How old is your pup now?

The Chicken might be causing problems, a lot of dogs don't do well on chicken, soy or corn. 
BB has been known to cause stomach problems too because it has so many different ingredients in it. 

I have a Sr boy I adopted at 2, he'll be 12 in March. He was 15-20 lbs underweight when I adopted him and had a sensitive stomach on top of it. I tried various brands and formulas before I found one that worked. 

Members here on the Forum recommended Purina Pro Plan for Sensitive Skin and Stomach. I have been feeding the Salmon formula for almost 10 years now. I also only give Salmon treats too. If I give my guy a different protein source, he will have an upset stomach, that's why I only give salmon treats as well. 

What treats are you giving?


----------



## finnsgoldenworld (Oct 17, 2020)

CAROLINA MOM said:


> How old is your pup now?
> 
> The Chicken might be causing problems, a lot of dogs don't do well on chicken, soy or corn.
> BB has been known to cause stomach problems too because it has so many different ingredients in it.
> ...


He is one as of August 30th. I have considered that chicken may the be issue, however the Royal Canin GI food is chicken-based, and we have given him a bland diet of boiled chicken and rice during his episodes, which has helped to firm things back up. I would be open to trying the Purina PP Sensitive formula, though his initial issues started on a Purina PP formula in the beginning. Might be worth a try anyway!

He doesn't really get many treats. When he does, he gets dehydrated chicken jerky or Nutro Crunchy Blueberry treats.

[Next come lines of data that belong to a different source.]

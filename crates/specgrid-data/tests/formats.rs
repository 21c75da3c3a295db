//! CSV and Parquet hold the same table → identical designs; the file fingerprint.

mod common;

use common::*;
use polars::prelude::*;
use specgrid_data::{assemble, fingerprint, load};
use specgrid_study::{Condition, ErrorChoice, Term, Transform, Value};

fn orchard_frame() -> DataFrame {
    df!(
        "yield t" => [3.1, 4.2, 2.7, 5.9, 4.4, 3.8, 6.3, 2.2, 5.0, 4.9],
        "area_ha" => [Some(1.5), Some(2.0), Some(0.8), Some(3.2), None, Some(1.1), Some(4.0), Some(0.6), Some(2.9), Some(3.5)],
        "visits" => [0i64, 3, 1, 7, 2, 4, 9, 5, 6, 8],
        "variety" => ["nimbus", "cirrus", "nimbus", "stratus", "cirrus", "stratus", "nimbus", "cirrus", "stratus", "nimbus"],
        "adviser" => [1i64, 2, 1, 3, 2, 3, 1, 4, 4, 2]
    )
    .unwrap()
}

fn study(path: &std::path::Path) -> specgrid_study::Plan {
    let mut plan = simple_plan(
        path,
        "yield t",
        vec![
            num("visits", Transform::Log1p),
            num("area_ha", Transform::Standardize),
            cat("variety", None),
            Term::Product(
                Box::new(num("visits", Transform::Level)),
                Box::new(cat("variety", Some("nimbus"))),
            ),
        ],
    );
    plan.outcomes.push(outcome("yield t", Transform::Log));
    plan.errors = vec![ErrorChoice::Cluster {
        column: "adviser".into(),
    }];
    plan.samples[0].conditions = vec![Condition::Compare {
        column: "visits".into(),
        comparison: specgrid_study::Comparison::Below,
        value: Value::Number(9.0),
    }];
    plan
}

#[test]
fn csv_and_parquet_give_identical_designs() {
    let dir = tempfile::tempdir().unwrap();
    let csv_path = dir.path().join("orchards.csv");
    let parquet_path = dir.path().join("orchards.parquet");
    let mut frame = orchard_frame();
    CsvWriter::new(std::fs::File::create(&csv_path).unwrap())
        .finish(&mut frame)
        .unwrap();
    ParquetWriter::new(std::fs::File::create(&parquet_path).unwrap())
        .finish(&mut frame)
        .unwrap();

    let from_csv = {
        let plan = study(&csv_path);
        assemble(&plan, &load(&plan).unwrap()).unwrap()
    };
    let from_parquet = {
        let plan = study(&parquet_path);
        assemble(&plan, &load(&plan).unwrap()).unwrap()
    };
    let (a, b) = (&from_csv.designs[0], &from_parquet.designs[0]);
    assert_eq!(a.rows, b.rows);
    // Row 4 lacks area_ha, row 6 has visits = 9 (outside the sample).
    assert_eq!(a.rows, vec![0, 1, 2, 3, 5, 7, 8, 9]);
    assert_eq!(a.design.x_names, b.design.x_names);
    assert_eq!(a.design.y_names, b.design.y_names);
    assert_eq!(a.design.x, b.design.x);
    assert_eq!(a.design.y, b.design.y);
    assert_eq!(a.design.clusters, b.design.clusters);
    assert_eq!(a.account, b.account);
    assert_eq!(from_csv.warnings, from_parquet.warnings);
    assert_eq!(
        a.design.x_names,
        vec![
            "(intercept)",
            "log1p(visits)",
            "standardized(area_ha)",
            "variety=nimbus",
            "variety=stratus",
            "visits × variety=cirrus",
            "visits × variety=stratus",
        ]
    );
    assert_eq!(a.design.clusters[0].count, 4);
}

#[test]
fn fingerprint_is_sha256_of_bytes() {
    // FIPS 180-2, appendix B.1: SHA-256("abc").
    let dir = tempfile::tempdir().unwrap();
    let path = write(dir.path(), "abc.csv", "abc");
    assert_eq!(
        fingerprint(&path).unwrap(),
        "ba7816bf8f01cfea414140de5dae2223b00361a396177a9cb410ff61f20015ad"
    );
    let m = fingerprint(&dir.path().join("missing.csv"))
        .unwrap_err()
        .to_string();
    assert!(m.contains("missing.csv"), "{m}");
}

We've basically ruled out treats being the issue as he doesn't get many and when he does, he doesn't experience any symptoms.


----------



## CAROLINA MOM (May 12, 2009)

If you decide to try it, buy a small bag of it, do a gradual change of the food. 
Add 1/4 of the new food for the first few days, then gradually increase the amount of new food while you are reducing the old food by the same amount each day until he's only eating the new food.


----------



## finnsgoldenworld (Oct 17, 2020)

CAROLINA MOM said:


> If you decide to try it, buy a small bag of it, do a gradual change of the food.
> Add 1/4 of the new food for the first few days, then gradually increase the amount of new food while you are reducing the old food by the same amount each day until he's only eating the new food.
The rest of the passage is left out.